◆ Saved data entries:
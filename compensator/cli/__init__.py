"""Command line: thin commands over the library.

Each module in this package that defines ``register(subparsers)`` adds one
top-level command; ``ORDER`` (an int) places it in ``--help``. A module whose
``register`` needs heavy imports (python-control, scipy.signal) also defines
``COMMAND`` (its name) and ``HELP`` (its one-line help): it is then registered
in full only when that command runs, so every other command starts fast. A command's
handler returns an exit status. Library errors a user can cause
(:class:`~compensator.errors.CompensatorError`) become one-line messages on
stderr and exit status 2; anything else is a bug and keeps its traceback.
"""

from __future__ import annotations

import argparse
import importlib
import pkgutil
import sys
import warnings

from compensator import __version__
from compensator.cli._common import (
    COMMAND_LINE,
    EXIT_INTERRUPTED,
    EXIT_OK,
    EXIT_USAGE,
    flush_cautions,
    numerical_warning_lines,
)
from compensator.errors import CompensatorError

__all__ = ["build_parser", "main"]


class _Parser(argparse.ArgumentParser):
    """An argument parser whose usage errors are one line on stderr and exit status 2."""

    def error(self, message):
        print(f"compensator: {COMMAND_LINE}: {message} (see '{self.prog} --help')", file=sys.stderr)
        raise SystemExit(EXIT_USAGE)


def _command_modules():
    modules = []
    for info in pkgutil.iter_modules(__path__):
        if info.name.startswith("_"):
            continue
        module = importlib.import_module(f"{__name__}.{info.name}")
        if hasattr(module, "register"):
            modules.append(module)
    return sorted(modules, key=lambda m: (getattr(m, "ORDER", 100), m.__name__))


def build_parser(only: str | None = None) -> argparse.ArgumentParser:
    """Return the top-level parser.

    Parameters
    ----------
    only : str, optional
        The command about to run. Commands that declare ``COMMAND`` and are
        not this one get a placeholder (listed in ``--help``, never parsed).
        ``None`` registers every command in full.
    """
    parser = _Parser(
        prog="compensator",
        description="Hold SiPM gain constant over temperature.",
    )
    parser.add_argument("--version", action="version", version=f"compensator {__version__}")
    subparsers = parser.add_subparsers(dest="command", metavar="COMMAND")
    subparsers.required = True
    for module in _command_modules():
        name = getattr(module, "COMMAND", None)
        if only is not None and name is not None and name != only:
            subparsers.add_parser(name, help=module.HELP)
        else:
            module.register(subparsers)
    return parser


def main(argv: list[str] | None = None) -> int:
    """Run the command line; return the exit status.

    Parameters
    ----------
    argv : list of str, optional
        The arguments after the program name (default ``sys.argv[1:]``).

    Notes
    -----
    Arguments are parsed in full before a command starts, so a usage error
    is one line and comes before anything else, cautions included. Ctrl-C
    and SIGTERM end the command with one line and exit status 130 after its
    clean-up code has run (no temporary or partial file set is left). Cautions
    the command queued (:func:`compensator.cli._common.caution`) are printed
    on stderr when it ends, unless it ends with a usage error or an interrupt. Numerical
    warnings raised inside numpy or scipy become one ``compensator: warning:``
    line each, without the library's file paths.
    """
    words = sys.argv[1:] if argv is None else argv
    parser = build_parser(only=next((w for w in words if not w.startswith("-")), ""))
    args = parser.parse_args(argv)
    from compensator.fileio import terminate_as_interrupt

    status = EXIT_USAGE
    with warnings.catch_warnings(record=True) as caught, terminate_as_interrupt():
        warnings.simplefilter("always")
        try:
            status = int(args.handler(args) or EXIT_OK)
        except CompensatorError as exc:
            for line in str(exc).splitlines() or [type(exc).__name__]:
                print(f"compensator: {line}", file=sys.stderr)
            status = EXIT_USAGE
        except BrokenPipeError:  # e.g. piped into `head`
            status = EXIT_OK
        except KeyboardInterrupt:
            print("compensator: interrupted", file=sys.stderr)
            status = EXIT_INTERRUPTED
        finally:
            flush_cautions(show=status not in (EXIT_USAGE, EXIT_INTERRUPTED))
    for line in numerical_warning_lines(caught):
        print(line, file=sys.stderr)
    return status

◆ Exercise requirements: Exact reproduction is required: output the lines from the start of the entries above through the line with "The command about".

◆ Task result:
filename compensator/cli/__init__.py
"""Command line: thin commands over the library.

Each module in this package that defines ``register(subparsers)`` adds one
top-level command; ``ORDER`` (an int) places it in ``--help``. A module whose
``register`` needs heavy imports (python-control, scipy.signal) also defines
``COMMAND`` (its name) and ``HELP`` (its one-line help): it is then registered
in full only when that command runs, so every other command starts fast. A command's
handler returns an exit status. Library errors a user can cause
(:class:`~compensator.errors.CompensatorError`) become one-line messages on
stderr and exit status 2; anything else is a bug and keeps its traceback.
"""

from __future__ import annotations

import argparse
import importlib
import pkgutil
import sys
import warnings

from compensator import __version__
from compensator.cli._common import (
    COMMAND_LINE,
    EXIT_INTERRUPTED,
    EXIT_OK,
    EXIT_USAGE,
    flush_cautions,
    numerical_warning_lines,
)
from compensator.errors import CompensatorError

__all__ = ["build_parser", "main"]


class _Parser(argparse.ArgumentParser):
    """An argument parser whose usage errors are one line on stderr and exit status 2."""

    def error(self, message):
        print(f"compensator: {COMMAND_LINE}: {message} (see '{self.prog} --help')", file=sys.stderr)
        raise SystemExit(EXIT_USAGE)


def _command_modules():
    modules = []
    for info in pkgutil.iter_modules(__path__):
        if info.name.startswith("_"):
            continue
        module = importlib.import_module(f"{__name__}.{info.name}")
        if hasattr(module, "register"):
            modules.append(module)
    return sorted(modules, key=lambda m: (getattr(m, "ORDER", 100), m.__name__))


def build_parser(only: str | None = None) -> argparse.ArgumentParser:
    """Return the top-level parser.

    Parameters
    ----------
    only : str, optional
        The command about to run. Commands that declare ``COMMAND`` and are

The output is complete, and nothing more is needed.